§ HOW TO COMPLETE THIS TASK
A complete and exact copy of the entries below is the expected result.

Items listed in a dataset
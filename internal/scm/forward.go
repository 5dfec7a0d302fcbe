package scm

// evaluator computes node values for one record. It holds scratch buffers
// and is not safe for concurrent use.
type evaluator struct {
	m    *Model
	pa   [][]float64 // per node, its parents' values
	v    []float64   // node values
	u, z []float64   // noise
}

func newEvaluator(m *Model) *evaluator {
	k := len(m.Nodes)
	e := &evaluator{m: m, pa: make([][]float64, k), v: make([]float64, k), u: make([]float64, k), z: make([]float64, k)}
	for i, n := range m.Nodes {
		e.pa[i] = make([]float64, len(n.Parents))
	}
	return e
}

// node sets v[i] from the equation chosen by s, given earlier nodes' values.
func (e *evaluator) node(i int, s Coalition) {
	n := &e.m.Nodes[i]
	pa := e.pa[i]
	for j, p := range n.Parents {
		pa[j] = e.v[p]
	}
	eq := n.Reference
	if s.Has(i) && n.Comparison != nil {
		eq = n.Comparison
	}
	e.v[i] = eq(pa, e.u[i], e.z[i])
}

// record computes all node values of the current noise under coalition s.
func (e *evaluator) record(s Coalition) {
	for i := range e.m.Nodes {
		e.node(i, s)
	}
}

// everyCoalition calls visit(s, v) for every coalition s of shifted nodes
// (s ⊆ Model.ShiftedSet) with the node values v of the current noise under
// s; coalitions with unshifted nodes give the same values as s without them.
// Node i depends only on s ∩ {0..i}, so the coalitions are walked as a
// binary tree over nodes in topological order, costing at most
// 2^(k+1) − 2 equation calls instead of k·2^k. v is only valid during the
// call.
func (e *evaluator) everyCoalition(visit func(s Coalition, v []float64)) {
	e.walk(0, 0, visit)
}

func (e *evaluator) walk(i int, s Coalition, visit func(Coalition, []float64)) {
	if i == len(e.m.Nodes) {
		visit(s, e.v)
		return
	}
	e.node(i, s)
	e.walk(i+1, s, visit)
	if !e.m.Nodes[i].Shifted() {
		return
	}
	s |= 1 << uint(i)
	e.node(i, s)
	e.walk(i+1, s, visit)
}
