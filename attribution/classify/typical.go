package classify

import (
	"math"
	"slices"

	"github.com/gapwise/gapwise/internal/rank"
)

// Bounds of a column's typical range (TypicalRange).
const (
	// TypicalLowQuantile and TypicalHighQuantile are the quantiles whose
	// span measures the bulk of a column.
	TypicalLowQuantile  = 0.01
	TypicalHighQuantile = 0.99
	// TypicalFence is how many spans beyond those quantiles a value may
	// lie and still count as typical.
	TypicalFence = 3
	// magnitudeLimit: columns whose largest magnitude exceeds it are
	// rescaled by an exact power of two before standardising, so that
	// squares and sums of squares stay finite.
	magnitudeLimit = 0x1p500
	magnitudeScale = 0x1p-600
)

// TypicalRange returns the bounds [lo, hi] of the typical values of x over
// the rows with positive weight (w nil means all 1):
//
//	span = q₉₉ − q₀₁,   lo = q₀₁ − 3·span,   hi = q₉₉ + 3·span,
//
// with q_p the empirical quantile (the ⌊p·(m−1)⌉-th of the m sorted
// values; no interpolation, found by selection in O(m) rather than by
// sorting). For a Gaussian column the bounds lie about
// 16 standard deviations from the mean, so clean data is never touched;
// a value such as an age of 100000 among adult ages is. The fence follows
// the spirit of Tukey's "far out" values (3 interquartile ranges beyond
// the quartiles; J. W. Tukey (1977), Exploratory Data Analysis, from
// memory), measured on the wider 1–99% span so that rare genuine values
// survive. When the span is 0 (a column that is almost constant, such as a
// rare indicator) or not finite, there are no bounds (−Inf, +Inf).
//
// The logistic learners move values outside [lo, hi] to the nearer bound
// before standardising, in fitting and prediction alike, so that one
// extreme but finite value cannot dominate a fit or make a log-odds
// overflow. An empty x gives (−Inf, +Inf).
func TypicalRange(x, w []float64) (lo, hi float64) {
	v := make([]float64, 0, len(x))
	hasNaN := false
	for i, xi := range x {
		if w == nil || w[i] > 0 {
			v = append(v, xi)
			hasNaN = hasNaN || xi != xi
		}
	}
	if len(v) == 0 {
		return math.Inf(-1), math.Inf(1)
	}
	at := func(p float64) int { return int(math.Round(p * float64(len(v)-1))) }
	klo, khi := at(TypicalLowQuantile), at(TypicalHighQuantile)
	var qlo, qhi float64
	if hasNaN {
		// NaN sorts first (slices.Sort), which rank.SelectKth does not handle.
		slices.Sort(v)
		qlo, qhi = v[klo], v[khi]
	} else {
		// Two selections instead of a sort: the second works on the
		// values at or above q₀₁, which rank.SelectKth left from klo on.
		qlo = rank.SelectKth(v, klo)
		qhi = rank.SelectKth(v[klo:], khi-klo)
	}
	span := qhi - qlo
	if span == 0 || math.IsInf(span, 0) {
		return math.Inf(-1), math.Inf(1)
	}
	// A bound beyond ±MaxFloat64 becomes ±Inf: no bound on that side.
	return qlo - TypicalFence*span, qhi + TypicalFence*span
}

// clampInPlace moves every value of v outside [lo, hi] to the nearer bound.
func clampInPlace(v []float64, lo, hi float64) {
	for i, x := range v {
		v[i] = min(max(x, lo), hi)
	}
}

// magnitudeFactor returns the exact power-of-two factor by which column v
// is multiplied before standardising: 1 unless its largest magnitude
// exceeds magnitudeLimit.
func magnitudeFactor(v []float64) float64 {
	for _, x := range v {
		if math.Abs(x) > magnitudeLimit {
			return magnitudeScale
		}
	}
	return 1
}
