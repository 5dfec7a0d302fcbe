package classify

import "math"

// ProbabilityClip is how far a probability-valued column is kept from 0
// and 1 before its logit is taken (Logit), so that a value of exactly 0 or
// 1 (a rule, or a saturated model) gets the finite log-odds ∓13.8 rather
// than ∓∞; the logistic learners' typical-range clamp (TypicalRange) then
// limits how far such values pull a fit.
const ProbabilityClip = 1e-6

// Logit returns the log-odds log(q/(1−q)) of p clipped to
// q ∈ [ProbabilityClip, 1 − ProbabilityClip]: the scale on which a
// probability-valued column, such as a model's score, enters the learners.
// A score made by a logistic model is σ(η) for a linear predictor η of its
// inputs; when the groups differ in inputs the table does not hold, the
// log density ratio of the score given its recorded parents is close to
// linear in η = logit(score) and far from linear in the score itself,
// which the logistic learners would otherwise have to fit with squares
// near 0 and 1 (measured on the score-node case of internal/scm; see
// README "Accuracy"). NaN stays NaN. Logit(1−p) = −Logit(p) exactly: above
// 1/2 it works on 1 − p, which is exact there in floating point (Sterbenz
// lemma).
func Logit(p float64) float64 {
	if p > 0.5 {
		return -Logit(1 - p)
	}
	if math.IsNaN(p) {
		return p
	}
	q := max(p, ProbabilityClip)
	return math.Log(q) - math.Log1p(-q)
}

§ TASK RESULT
filename internal/scm/forward.go
repository 5dfec7a0d302fcbe
package scm

// evaluator computes node values for one record. It holds scratch buffers
// and is not safe for concurrent use.
type evaluator struct {
	m    *Model
	pa   [][]float64 // per node, its parents' values
	v    []float64   // node values
	u, z []float64   // noise
}

func newEvaluator(m *Model) *evaluator {
	k := len(m.Nodes)
	e := &evaluator{m: m, pa: make([][]float64, k), v: make([]float64, k), u: make([]float64, k), z: make([]float64, k)}
	for i, n := range m.Nodes {
		e.pa[i] = make([]float64, len(n.Parents))
	}
	return e
}

// node sets v[i] from the equation chosen by s, given earlier nodes' values.
func (e *evaluator) node(i int, s Coalition) {
	n := &e.m.Nodes[i]
	pa := e.pa[i]
	for j, p := range n.Parents {
		pa[j] = e.v[p]
	}
	eq := n.Reference
	if s.Has(i) && n.Comparison != nil {
		eq = n.Comparison
	}
	e.v[i] = eq(pa, e.u[i], e.z[i])
}

// record computes all node values of the current noise under coalition s.
func (e *evaluator) record(s Coalition) {
	for i := range e.m.Nodes {
		e.node(i, s)
	}
}

// everyCoalition calls visit(s, v) for every coalition s of shifted nodes
// (s ⊆ Model.ShiftedSet) with the node values v of the current noise under
// s; coalitions with unshifted nodes give the same values as s without them.
// Node i depends only on s ∩ {0..i}, so the coalitions are walked as a
// binary tree over nodes in topological order, costing at most
// 2^(k+1) − 2 equation calls instead of k·2^k. v is only valid during the
// call.
func (e *evaluator) everyCoalition(visit func(s Coalition, v []float64)) {
	e.walk(0, 0, visit)
}

func (e *evaluator) walk(i int, s Coalition, visit func(Coalition, []float64)) {
	if i == len(e.m.Nodes) {
		visit(s, e.v)
		return
	}
	e.node(i, s)
	e.walk(i+1, s, visit)
	if !e.m.Nodes[i].Shifted() {
		return
	}
	s |= 1 << uint(i)
	e.node(i, s)
	e.walk(i+1, s, visit)
}
filename attribution/classify/typical.go
package classify

import (
	"math"
	"slices"

	"github.com/gapwise/gapwise/internal/rank"
)

// Bounds of a column's typical range (TypicalRange).
const (
	// TypicalLowQuantile and TypicalHighQuantile are the quantiles whose
	// span measures the bulk of a column.
	TypicalLowQuantile  = 0.01
	TypicalHighQuantile = 0.99
	// TypicalFence is how many spans beyond those quantiles a value may
	// lie and still count as typical.
	TypicalFence = 3
	// magnitudeLimit: columns whose largest magnitude exceeds it are
	// rescaled by an exact power of two before standardising, so that
	// squares and sums of squares stay finite.
	magnitudeLimit = 0x1p500
	magnitudeScale = 0x1p-600
)

// TypicalRange returns the bounds [lo, hi] of the typical values of x over
// the rows with positive weight (w nil means all 1):
//
//	span = q₉₉ − q₀₁,   lo = q₀₁ − 3·span,   hi = q₉₉ + 3·span,
//
// with q_p the empirical quantile (the ⌊p·(m−1)⌉-th of the m sorted
// values; no interpolation, found by selection in O(m) rather than by
// sorting). For a Gaussian column the bounds lie about
// 16 standard deviations from the mean, so clean data is never touched;
// a value such as an age of 100000 among adult ages is. The fence follows
// the spirit of Tukey's "far out" values (3 interquartile ranges beyond
// the quartiles; J. W. Tukey (1977), Exploratory Data Analysis, from
// memory), measured on the wider 1–99% span so that rare genuine values
// survive. When the span is 0 (a column that is almost constant, such as a
// rare indicator) or not finite, there are no bounds (−Inf, +Inf).
//
// The logistic learners move values outside [lo, hi] to the nearer bound
// before standardising, in fitting and prediction alike, so that one
// extreme but finite value cannot dominate a fit or make a log-odds
// overflow. An empty x gives (−Inf, +Inf).
func TypicalRange(x, w []float64) (lo, hi float64) {
	v := make([]float64, 0, len(x))
	hasNaN := false
	for i, xi := range x {
		if w == nil || w[i] > 0 {
			v = append(v, xi)
			hasNaN = hasNaN || xi != xi
		}
	}
	if len(v) == 0 {
		return math.Inf(-1), math.Inf(1)
	}
	at := func(p float64) int { return int(math.Round(p * float64(len(v)-1))) }
	klo, khi := at(TypicalLowQuantile), at(TypicalHighQuantile)
	var qlo, qhi float64
	if hasNaN {
		// NaN sorts first (slices.Sort), which rank.SelectKth does not handle.
		slices.Sort(v)
		qlo, qhi = v[klo], v[khi]
	} else {
		// Two selections instead of a sort: the second works on the
		// values at or above q₀₁, which rank.SelectKth left from klo on.
		qlo = rank.SelectKth(v, klo)
		qhi = rank.SelectKth(v[klo:], khi-klo)
	}
	span := qhi - qlo
	if span == 0 || math.IsInf(span, 0) {
		return math.Inf(-1), math.Inf(1)
	}
	// A bound beyond ±MaxFloat64 becomes ±Inf: no bound on that side.
	return qlo - TypicalFence*span, qhi + TypicalFence*span
}

// clampInPlace moves every value of v outside [lo, hi] to the nearer bound.
func clampInPlace(v []float64, lo, hi float64) {
	for i, x := range v {
		v[i] = min(max(x, lo), hi)
	}
}

// magnitudeFactor returns the exact power-of-two factor by which column v
// is multiplied before standardising: 1 unless its largest magnitude
// exceeds magnitudeLimit.
func magnitudeFactor(v []float64) float64 {
	for _, x := range v {
		if math.Abs(x) > magnitudeLimit {
			return magnitudeScale
		}
	}
	return 1
}
repository 5dfec7a0d302fcbe
package classify

import "math"

// ProbabilityClip is how far a probability-valued column is kept from 0
// and 1 before its logit is taken (Logit), so that a value of exactly 0 or
// 1 (a rule, or a saturated model) gets the finite log-odds ∓13.8 rather
// than ∓∞; the logistic learners' typical-range clamp (TypicalRange) then
// limits how far such values pull a fit.
const ProbabilityClip = 1e-6

// Logit returns the log-odds log(q/(1−q)) of p clipped to
// q ∈ [ProbabilityClip, 1 − ProbabilityClip]: the scale on which a
// probability-valued column, such as a model's score, enters the learners.
// A score made by a logistic model is σ(η) for a linear predictor η of its
// inputs; when the groups differ in inputs the table does not hold, the
// log density ratio of the score given its recorded parents is close to
// linear in η = logit(score) and far from linear in the score itself,
// which the logistic learners would otherwise have to fit with squares
// near 0 and 1 (measured on the score-node case of internal/scm; see
// README "Accuracy"). NaN stays NaN. Logit(1−p) = −Logit(p) exactly: above
// 1/2 it works on 1 − p, which is exact there in floating point (Sterbenz
// lemma).
func Logit(p float64) float64 {
	if p > 0.5 {
		return -Logit(1 - p)
	}
	if math.IsNaN(p) {
		return p
	}
	q := max(p, ProbabilityClip)
	return math.Log(q) - math.Log1p(-q)
}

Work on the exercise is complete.